Note I set the crop size to 100. So after changing to 3 the crop size, I get:
ValueError: The initial value's shape ((64,)) is not compatible with the explicitly supplied `shape` argument ((2,)).
I guess because it's iterating over a new image.
I run the training this way:
python deeplab2/trainer/train.py \
--config_file=/home/ec2-user/SageMaker/dish_segmentation/config_files/resnet50_os16_semantic.textproto \
--mode=train \
--model_dir=/home/rcruz/PycharmProjects/dish_segmentation/model \
--num_gpus=1
Could you please help me with any clue.
I am beginner on segmentation models, so I might be making incorrect assumptions.
Thanks a lot!
Hi @rcruzgar,
Thanks for the issue. However, it goes beyond our scope to help you debug. We would suggest you run our provided tutorials (e.g., Cityscapes).
Cheers,
Hi!) Got the same issue with semantic segmentation. @rcruzgar, may be you've already solved it?
Thanks a lot!
Hello,
Thanks for reporting the issue. Unfortunately, if you want to train a semantic-only model, you could not use the trained panoptic checkpoints for initialization (as shown in the error log that the job fails to load the trained checkpoint). You need to train a new one by yourself.
Cheers,
It means that there are no pretrain models for semantic only in deeplab2 repo, right?

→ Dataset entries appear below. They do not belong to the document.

package exact

import (
	"fmt"
	"math/big"
	"strings"
)

// Poly is an immutable polynomial in one variable s with rational
// coefficients. The zero value is the zero polynomial. Polys are safe to copy
// and to share between goroutines.
//
// Inside, a polynomial is Σ c[i]·sⁱ / den with integer c, no trailing zero
// and gcd(c[0], …, c[n], den) = 1, so equal polynomials have equal
// representations.
type Poly struct {
	c   []*big.Int // ascending; the last entry is not zero
	den *big.Int   // positive; nil stands for 1
}

var (
	bigOne  = big.NewInt(1)
	bigZero = new(big.Int)
)

// isOne reports whether x is 1 (nil counts as 1).
func isOne(x *big.Int) bool {
	return x == nil || (x.IsInt64() && x.Int64() == 1)
}

// NewPoly returns the polynomial with the given coefficients in ascending
// order; nil stands for zero.
func NewPoly(coeffs ...*big.Rat) Poly {
	den := big.NewInt(1)
	g, t := new(big.Int), new(big.Int)
	for _, r := range coeffs {
		if r == nil || r.IsInt() {
			continue
		}
		g.GCD(nil, nil, den, r.Denom())
		den.Mul(den, t.Quo(r.Denom(), g))
	}
	ints := make([]*big.Int, len(coeffs))
	for i, r := range coeffs {
		v := new(big.Int)
		if r != nil {
			v.Mul(r.Num(), t.Quo(den, r.Denom()))
		}
		ints[i] = v
	}
	return makePoly(ints, den)
}

// PolyFromInts returns Σ ints[i]·sⁱ / den. A nil den stands for 1, nil
// integers for 0. It panics if den is zero. The arguments are copied.
func PolyFromInts(ints []*big.Int, den *big.Int) Poly {
	c := make([]*big.Int, len(ints))
	for i, v := range ints {
		c[i] = new(big.Int)
		if v != nil {
			c[i].Set(v)
		}
	}
	if den == nil {
		return makePoly(c, nil)
	}
	return makePoly(c, new(big.Int).Set(den))
}

// PolyFromInt64s returns the polynomial with the given integer coefficients
// in ascending order.
func PolyFromInt64s(coeffs ...int64) Poly {
	c := make([]*big.Int, len(coeffs))
	for i, v := range coeffs {
		c[i] = big.NewInt(v)
	}
	return makePoly(c, nil)
}

// Constant returns the polynomial of degree 0 with value r, or the zero
// polynomial if r is zero.
func Constant(r *big.Rat) Poly { return NewPoly(r) }

// Monomial returns r·s^degree. It panics if degree is negative.
func Monomial(r *big.Rat, degree int) Poly { return NewPoly(r).Shift(degree) }

// newInts returns n zeros that lie together in memory.
func newInts(n int) []*big.Int {
	buf := make([]big.Int, n)
	c := make([]*big.Int, n)
	for i := range c {
		c[i] = &buf[i]
	}
	return c
}

// makePoly owns the slice c, but may share its integers and den: it trims,
// makes the denominator positive and removes the common factor of numerators
// and denominator.
func makePoly(c []*big.Int, den *big.Int) Poly {
	n := len(c)
	for n > 0 && c[n-1].Sign() == 0 {
		n--
	}
	c = c[:n]
	if den != nil && den.Sign() == 0 {
		panic("exact: polynomial with denominator zero")
	}
	if n == 0 {
		return Poly{}
	}
	if isOne(den) {
		return Poly{c: c}
	}
	g := contentWith(c, den)
	if den.Sign() < 0 {
		g.Neg(g)
	}
	if !isOne(g) {
		den = new(big.Int).Quo(den, g)
		q := newInts(n)
		for i := range c {
			q[i].Quo(c[i], g)
		}
		c = q
	}
	if isOne(den) {
		den = nil
	}
	return Poly{c: c, den: den}
}

// contentWith returns gcd(start, c[0], c[1], …) ≥ 0.
func contentWith(c []*big.Int, start *big.Int) *big.Int {
	g := new(big.Int).Abs(start)
	var t big.Int
	// The leading and the lowest coefficients are the likeliest to end the
	// search early, so walk from the top.
	for i := len(c) - 1; i >= 0 && !isOne(g); i-- {
		switch {
		case c[i].Sign() == 0:
		case g.Sign() == 0:
			g.Abs(c[i])
		default:
			// A remainder first: the terms are often much longer than g.
			if c[i].CmpAbs(g) > 0 {
				t.Rem(c[i], g)
			} else {
				t.Set(c[i])
			}
			if t.Sign() != 0 {
				g.GCD(nil, nil, g, t.Abs(&t))
			}
		}
	}
	return g
}

// denominator returns the positive common denominator.
func (p Poly) denominator() *big.Int {
	if p.den == nil {
		return bigOne
	}
	return p.den
}

// Degree returns the degree, -1 for the zero polynomial.
func (p Poly) Degree() int { return len(p.c) - 1 }

// IsZero reports whether p is the zero polynomial.
func (p Poly) IsZero() bool { return len(p.c) == 0 }

// IsConstant reports whether p has degree at most 0.
func (p Poly) IsConstant() bool { return len(p.c) <= 1 }

// IsOne reports whether p is the constant 1.
func (p Poly) IsOne() bool { return len(p.c) == 1 && isOne(p.den) && isOne(p.c[0]) }

// Order returns the multiplicity of the root s = 0 (the lowest power of s
// with a nonzero coefficient), -1 for the zero polynomial.
func (p Poly) Order() int {
	for i, v := range p.c {
		if v.Sign() != 0 {
			return i
		}
	}
	return -1
}

// Coeff returns a copy of the coefficient of sⁱ, zero outside the range.
func (p Poly) Coeff(i int) *big.Rat {
	if i < 0 || i >= len(p.c) {
		return new(big.Rat)
	}
	return new(big.Rat).SetFrac(p.c[i], p.denominator())
}

// Coefficients returns a copy of the coefficients in ascending order, empty
// for the zero polynomial.
func (p Poly) Coefficients() []*big.Rat {
	out := make([]*big.Rat, len(p.c))
	for i := range p.c {
		out[i] = p.Coeff(i)
	}
	return out
}

// Leading returns a copy of the leading coefficient, zero for the zero
// polynomial.
func (p Poly) Leading() *big.Rat { return p.Coeff(len(p.c) - 1) }

// Ints returns integers and a positive denominator with
// p = Σ ints[i]·sⁱ / den and no factor common to all of them. The results are
// copies.
func (p Poly) Ints() ([]*big.Int, *big.Int) {
	c := make([]*big.Int, len(p.c))
	for i, v := range p.c {
		c[i] = new(big.Int).Set(v)
	}
	return c, new(big.Int).Set(p.denominator())
}

// Equal reports whether p and q are the same polynomial.
func (p Poly) Equal(q Poly) bool {
	if len(p.c) != len(q.c) || p.denominator().Cmp(q.denominator()) != 0 {
		return false
	}
	for i := range p.c {
		if p.c[i].Cmp(q.c[i]) != 0 {
			return false
		}
	}
	return true
}

// String returns p in descending powers, for messages and tests.
func (p Poly) String() string {
	if p.IsZero() {
		return "0"
	}
	var b strings.Builder
	for i := len(p.c) - 1; i >= 0; i-- {
		if p.c[i].Sign() == 0 {
			continue
		}
		r := p.Coeff(i)
		switch {
		case b.Len() == 0 && r.Sign() < 0:
			b.WriteString("-")
		case b.Len() > 0 && r.Sign() < 0:
			b.WriteString(" - ")
		case b.Len() > 0:
			b.WriteString(" + ")
		}
		r.Abs(r)
		one := r.IsInt() && isOne(r.Num())
		if i == 0 || !one {
			b.WriteString(r.RatString())
			if i > 0 {
				b.WriteString("·")
			}
		}
		switch {
		case i == 1:
			b.WriteString("s")
		case i > 1:
			fmt.Fprintf(&b, "s^%d", i)
		}
	}
	return b.String()
}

Hi, I attached restore_semantic_last_layer_from_initial_checkpoint : false with a textproto file like model_options { initial_checkpoint: path-to-pretrained-model (for me it was max_deeplab_l_backbone_os16_axial_deeplab_cityscapes_trainfine/ckpt-60000) restore_semantic_last_layer_from_initial_checkpoint: false
... } then it worked for my own semantic only dataset.